Mind you, my life is so full of bleeps from the dishwasher, oven, microwave, fridge and smoke alarms that sometimes I wonder if this modern tech is worth the hassle. I must be on the cusp of switching from a tech loving nerd to grumpy old git


----------



## Russell Taylor (Apr 22, 2021)

I am with you. This thing is driving me mad!


----------



## Austin Mini (Apr 22, 2021)

Do you have to buy these sensors? Are they expensive? Been finger pricking for thirty-five years so far works well but often wondered about the sensors.


----------



## Bruce Stephens (Apr 22, 2021)

Austin Mini said:


> Do you have to buy these sensors? Are they expensive?


£50 each (last 2 weeks). They're also available on prescription, but they're not offered to everyone (though there are now national criteria which, if you qualify, should ensure that you get them prescribed).

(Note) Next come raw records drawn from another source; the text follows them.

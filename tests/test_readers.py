"""Reading files: season labels from names, CSV row shapes, duplicate names, Excel sheets."""

from __future__ import annotations

import pandas as pd
import pytest
from conftest import small_table

from drift.errors import InputError
from drift.intake._readers import season_label
from drift.intake.read import read_seasons


@pytest.mark.parametrize("name, season", [
    ("2024-25", "2024-25"), ("team1610_2024-25", "2024-25"), ("export_2023-24_final", "2023-24"),
    ("2024-2025", "2024-25"), ("2024_25", "2024-25"), ("1999-00", "1999-00"), ("2023", "2023"),
    ("stats 2019-20 regular", "2019-20"), ("1610_2024", "2024"),
])
def test_season_from_name(name, season):
    assert season_label(name) == (season, None)


@pytest.mark.parametrize("name, words", [
    ("2023-24_vs_2024-25", "several seasons"), ("export_2025_2024-25", "not two consecutive"),
    ("2024-26", "not two consecutive"), ("players", "holds no season"), ("team1610", "holds no season"),
])
def test_ambiguous_or_missing_season_names_are_refused(name, words):
    label, problem = season_label(name)
    assert label is None and words in problem


def _error(path, config=None):
    with pytest.raises(InputError) as info:
        read_seasons(path, config)
    return str(info.value)


def _one_season():
    return small_table(seasons=("2024-25",)).drop(columns="season")


def test_team_number_in_file_name_is_not_a_season(tmp_path):
    _one_season().to_csv(tmp_path / "team1610_2024-25.csv", index=False)
    assert set(read_seasons(tmp_path).table["season"]) == {"2024-25"}


def test_file_name_without_a_season_is_refused(tmp_path):
    _one_season().to_csv(tmp_path / "team1610.csv", index=False)
    assert "team1610.csv: the name 'team1610' holds no season" in _error(tmp_path)


def test_season_column_disagreeing_with_file_name_is_refused(tmp_path):
    t = small_table(seasons=("2023-24",))
    t.to_csv(tmp_path / "2024-25.csv", index=False)
    msg = _error(tmp_path)
    assert "row 2, column 'season': season '2023-24' disagrees with the season '2024-25'" in msg


def test_short_row_is_refused_with_its_number(tmp_path):
    path = tmp_path / "2024-25.csv"
    _one_season().to_csv(path, index=False)
    lines = path.read_text().splitlines()
    lines[3] = ",".join(lines[3].split(",")[:-2])
    path.write_text("\n".join(lines) + "\n")
    assert "row 4: row has 7 fields where the header has 9" in _error(path)


def test_long_row_is_refused_with_its_number(tmp_path):
    path = tmp_path / "2024-25.csv"
    _one_season().to_csv(path, index=False)
    lines = path.read_text().splitlines()
    lines[2] += ",7"
    path.write_text("\n".join(lines) + "\n")
    assert "row 3: row has 10 fields where the header has 9" in _error(path)


def test_truncated_last_row_is_refused(tmp_path):
    path = tmp_path / "2024-25.csv"
    _one_season().to_csv(path, index=False)
    text = path.read_text().rstrip("\n")
    path.write_text(text[: text.rfind(",")])
    msg = _error(path)
    assert "row 7: row has 8 fields where the header has 9 (the last row: is the file cut short?)" in msg


def test_duplicate_column_names_are_refused(tmp_path):
    path = tmp_path / "2024-25.csv"
    t = _one_season()
    t.insert(len(t.columns), "usage_pct_2", t["usage_pct"])
    t.to_csv(path, index=False)
    path.write_text(path.read_text().replace("usage_pct_2", "usage_pct", 1))
    assert "column name(s) ['usage_pct'] appear more than once" in _error(path)


def test_two_columns_read_as_one_name_are_refused(tmp_path):
    t = _one_season()
    t["USG_PCT"] = t["usage_pct"]
    t.to_csv(tmp_path / "2024-25.csv", index=False)
    assert "columns ['usage_pct', 'USG_PCT'] would all be read as 'usage_pct'" in _error(tmp_path)


def _book(path, sheets):
    with pd.ExcelWriter(path) as writer:
        for name, (frame, startrow) in sheets.items():
            frame.to_excel(writer, sheet_name=name, index=False, startrow=startrow)


def test_notes_sheet_first_and_title_rows_above_the_header(tmp_path):
    path = tmp_path / "2024-25.xlsx"
    notes = pd.DataFrame({"About": ["exported for the staff", "minutes are totals"]})
    _book(path, {"Notes": (notes, 0), "Players": (_one_season(), 3)})
    raw = read_seasons(path)
    assert len(raw.table) == 6 and raw.table["source_row"].iloc[0] == 5  # header on row 4
    assert raw.table["source_file"].iloc[0].endswith("sheet 'Players'")


def test_several_data_sheets_alike_are_read_whole(tmp_path):
    path = tmp_path / "league.xlsx"
    a = small_table(seasons=("2023-24",)).drop(columns="season")
    _book(path, {"2023-24": (a, 0), "2024-25": (a, 0)})
    assert sorted(read_seasons(path).table["season"].unique()) == ["2023-24", "2024-25"]


def test_several_data_sheets_that_differ_are_refused(tmp_path):
    path = tmp_path / "2024-25.xlsx"
    _book(path, {"A": (_one_season(), 0), "B": (_one_season().drop(columns="ts_pct"), 0)})
    msg = _error(path)
    assert "several data sheets ('A', 'B') whose columns differ" in msg and "[intake] sheet" in msg


def test_named_sheet_is_read_and_a_missing_one_refused(tmp_path):
    from drift.config import Config

    path = tmp_path / "2024-25.xlsx"
    _book(path, {"A": (_one_season(), 0), "B": (_one_season().drop(columns="ts_pct"), 0)})
    assert "ts_pct" not in read_seasons(path, Config(sheet="B")).features
    assert "has no sheet 'C'" in _error(path, Config(sheet="C"))


def test_no_header_row_is_refused_clearly(tmp_path):
    path = tmp_path / "2024-25.xlsx"
    _book(path, {"Notes": (pd.DataFrame({"About": ["x"]}), 0),
                 "Data": (_one_season().drop(columns="minutes"), 2)})
    msg = _error(path)
    assert "no sheet has a header row" in msg and "sheet 'Data' lacks ['minutes']" in msg


def test_blank_row_inside_an_excel_table_is_refused(tmp_path):
    path = tmp_path / "2024-25.xlsx"
    t = _one_season().astype(object)
    t.loc[2, :] = None
    _book(path, {"Data": (t, 0)})
    assert "row 4: row is empty inside the table" in _error(path)


# --- Excel kinds, hidden sheets, encrypted workbooks, files misnamed -----------------------------

def _xls(path, sheets):
    """An Excel 97-2003 workbook written by xlwt: {name: (frame, hidden)}."""
    import xlwt

    book = xlwt.Workbook()
    for name, (frame, hidden) in sheets.items():
        sheet = book.add_sheet(name)
        for j, column in enumerate(frame.columns):
            sheet.write(0, j, column)
        for i, row in enumerate(frame.itertuples(index=False), start=1):
            for j, value in enumerate(row):
                sheet.write(i, j, value.item() if hasattr(value, "item") else value)
        if hidden:
            sheet.visibility = 1
    book.save(str(path))


def test_xls_workbook_is_read_like_its_csv(tmp_path):
    t = _one_season()
    t.to_csv(tmp_path / "2024-25.csv", index=False)
    (tmp_path / "book").mkdir()
    _xls(tmp_path / "book" / "2024-25.xls", {"Players": (t, False)})
    from_csv = read_seasons(tmp_path / "2024-25.csv").table.drop(columns="source_file")
    raw = read_seasons(tmp_path / "book")
    pd.testing.assert_frame_equal(raw.table.drop(columns="source_file"), from_csv)
    assert raw.reading.sources["read_as"].iloc[0] == "Excel workbook (.xls)"


def test_xls_in_a_folder_is_never_skipped(tmp_path):
    t = small_table(seasons=("2023-24",)).drop(columns="season")
    t.to_csv(tmp_path / "2023-24.csv", index=False)
    _xls(tmp_path / "2024-25.xls", {"Players": (t, False)})
    assert sorted(read_seasons(tmp_path).table["season"].unique()) == ["2023-24", "2024-25"]


def test_hidden_sheets_are_skipped_and_said(tmp_path):
    import warnings

    from drift.errors import DataQualityWarning

    path = tmp_path / "league.xlsx"
    a = small_table(seasons=("2023-24",)).drop(columns="season")
    _book(path, {"2023-24": (a, 0), "2022-23": (a, 0)})
    from openpyxl import load_workbook

    book = load_workbook(path)
    book["2022-23"].sheet_state = "hidden"
    book.save(path)
    with warnings.catch_warnings(record=True) as caught:
        warnings.simplefilter("always", DataQualityWarning)
        raw = read_seasons(path)
    assert list(raw.table["season"].unique()) == ["2023-24"]
    assert any("hidden sheet(s) '2022-23' skipped" in str(w.message) for w in caught)
    from drift.config import Config

    assert list(read_seasons(path, Config(sheet="2022-23")).table["season"].unique()) == ["2022-23"]


def test_hidden_sheets_of_an_xls_are_skipped_and_only_hidden_data_refused(tmp_path):
    import warnings

    a = small_table(seasons=("2023-24",)).drop(columns="season")
    _xls(tmp_path / "2023-24.xls", {"Shown": (a, False), "Old": (a.head(2), True)})
    with warnings.catch_warnings():
        warnings.simplefilter("ignore")
        assert len(read_seasons(tmp_path / "2023-24.xls").table) == len(a)
    _xls(tmp_path / "2022-23.xls", {"Notes": (pd.DataFrame({"About": ["x"]}), False), "Data": (a, True)})
    assert "its only data sheet(s) ['Data'] are hidden" in _error(tmp_path / "2022-23.xls")


def test_encrypted_workbook_is_refused_in_plain_words(tmp_path):
    import msoffcrypto.format.ooxml

    plain = tmp_path / "plain.xlsx"
    _book(plain, {"Players": (_one_season(), 0)})
    locked = tmp_path / "2024-25.xlsx"
    with open(plain, "rb") as src, open(locked, "wb") as dst:
        msoffcrypto.format.ooxml.OOXMLFile(src).encrypt("secret", dst)
    msg = _error(locked)
    assert "protected with a password (encrypted)" in msg and "remove the password" in msg
    assert "install" not in msg


def test_encrypted_xls_is_refused_in_plain_words(tmp_path, monkeypatch):
    import xlrd

    def locked(*args, **kwargs):  # what xlrd raises for a BIFF workbook with a password
        raise xlrd.biffh.XLRDError("Workbook is encrypted")

    _xls(tmp_path / "2024-25.xls", {"Players": (_one_season(), False)})
    monkeypatch.setattr(xlrd, "open_workbook", locked)
    assert "protected with a password (encrypted)" in _error(tmp_path / "2024-25.xls")


def test_web_page_saved_as_xls_is_refused(tmp_path):
    (tmp_path / "2024-25.xls").write_text("<html><table><tr><td>PLAYER_ID</td></tr></table></html>")
    assert "is a web page or XML file despite its '.xls' name" in _error(tmp_path)


def test_tab_text_saved_as_xls_is_read_as_text_and_said(tmp_path):
    import warnings

    t = _one_season()
    t.to_csv(tmp_path / "2024-25.xls", sep="\t", index=False)
    with warnings.catch_warnings(record=True) as caught:
        warnings.simplefilter("always")
        raw = read_seasons(tmp_path)
    assert len(raw.table) == len(t)
    assert any("is text despite its '.xls' name; read as delimited text" in str(w.message) for w in caught)


def test_workbook_named_csv_is_read_as_one(tmp_path):
    import warnings

    _book(tmp_path / "2024-25.csv", {"Players": (_one_season(), 0)})
    with warnings.catch_warnings(record=True) as caught:
        warnings.simplefilter("always")
        assert len(read_seasons(tmp_path).table) == 6
    assert any("is an Excel workbook (.xlsx) despite its '.csv' name" in str(w.message) for w in caught)


@pytest.mark.parametrize("suffix", [".ods", ".xlsb", ".numbers"])
def test_spreadsheets_drift_cannot_read_are_refused_not_skipped(tmp_path, suffix):
    _one_season().to_csv(tmp_path / "2023-24.csv", index=False)
    (tmp_path / f"2024-25{suffix}").write_bytes(b"PK\x03\x04 not read")
    assert f"2024-25{suffix}: is " in _error(tmp_path) and "save it as .xlsx" in _error(tmp_path)


def test_misspelt_required_column_gets_the_closest_names(tmp_path):
    t = _one_season().rename(columns={"team": "TEAM_ABREVIATION"})
    t.to_csv(tmp_path / "2024-25.csv", index=False)
    msg = _error(tmp_path)
    assert "missing required column(s) ['team']; did you mean TEAM_ABREVIATION (for team)?" in msg
    assert 'If so, rename it or map it in the config: [columns] team = "TEAM_ABREVIATION"' in msg
    _book(tmp_path / "2024-25.xlsx", {"Players": (t, 2)})
    assert "lacks ['team'] (did you mean TEAM_ABREVIATION (for team)?)" in _error(tmp_path / "2024-25.xlsx")


def test_one_column_header_says_the_separator(tmp_path):
    (tmp_path / "2024-25.csv").write_text("player_id:team:games:minutes:usage_pct\nP1:AAA:50:900:20\n")
    assert "the header reads as one column" in _error(tmp_path) and "[intake.csv] separator" in _error(tmp_path)
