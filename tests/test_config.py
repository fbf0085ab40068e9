"""Config files: tables, keys, values, and command-line overrides."""

from __future__ import annotations

import pytest

from drift.config import load_config
from drift.errors import ConfigError


def test_defaults():
    c = load_config(None)
    assert (c.min_games, c.min_minutes_per_game, c.components, c.roles) == (20, 10.0, "parallel", "auto")


def test_full_file(tmp_path):
    p = tmp_path / "c.toml"
    p.write_text("""
[columns]
player_id = "PID"
[intake]
total_marker = "2TM"
exclude = ["age"]
[filters]
min_games = 15
min_minutes_per_game = 12.5
[model]
reference = ["2021-22"]
components = 0.85
roles = 6
noise_policy = "weight"
[moves]
alpha = 0.05
compare = ["2021-22", "2023-24"]
[roles.names]
R1 = "Lead creator"
""")
    c = load_config(p)
    assert c.columns == {"player_id": "PID"} and c.total_marker == "2TM" and c.exclude == ("age",)
    assert c.min_games == 15 and c.components == 0.85 and c.roles == 6 and c.noise_policy == "weight"
    assert c.compare == ("2021-22", "2023-24") and c.role_names == {"R1": "Lead creator"}
    assert c.replace(min_games=None, roles=4).roles == 4


@pytest.mark.parametrize("text, words", [
    ("[wrong]\nx = 1\n", "unknown table [wrong]"),
    ("[model]\nroles = 0\n", "roles=0"),
    ("[model]\ncomponents = 1.5\n", "components=1.5"),
    ("[model]\nnoise_policy = 'magic'\n", "noise_policy"),
    ("[filters]\nmin_games = -1\n", "min_games=-1"),
    ("[filters]\nspeed = 1\n", "unknown key 'speed'"),
    ("[columns]\nheight = 'H'\n", "unknown drift names"),
    ("not toml = = =", "not valid TOML"),
])
def test_bad_files_say_what_is_wrong(tmp_path, text, words):
    p = tmp_path / "c.toml"
    p.write_text(text)
    with pytest.raises(ConfigError, match=None) as info:
        load_config(p)
    assert words in str(info.value) and str(p) in str(info.value)


def test_missing_file(tmp_path):
    with pytest.raises(ConfigError, match="not found"):
        load_config(tmp_path / "none.toml")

See https://www.diabetes.org.uk/guide-t...our-diabetes/testing/flash-glucose-monitoring and https://www.freestylelibre.co.uk/libre/


----------



## Austin Mini (Apr 22, 2021)

Bruce Stephens said:


> £50 each (last 2 weeks). They're also available on prescription, but they're not offered to everyone (though there are now national criteria which, if you qualify, should ensure that you get them prescribed).
> 
> See https://www.diabetes.org.uk/guide-t...our-diabetes/testing/flash-glucose-monitoring and https://www.freestylelibre.co.uk/libre/


£50 each!! I will stick to finger pricking and save NHS ££££


----------



## Bruce Stephens (Apr 22, 2021)

Austin Mini said:


> I will stick to finger pricking and save NHS


It's said that the NHS pays more like £35 each. And (depending how many times a day you prick your fingers, or rather how many fewer times a day you might do so if you were using Libre) it can work out cost neutral or better.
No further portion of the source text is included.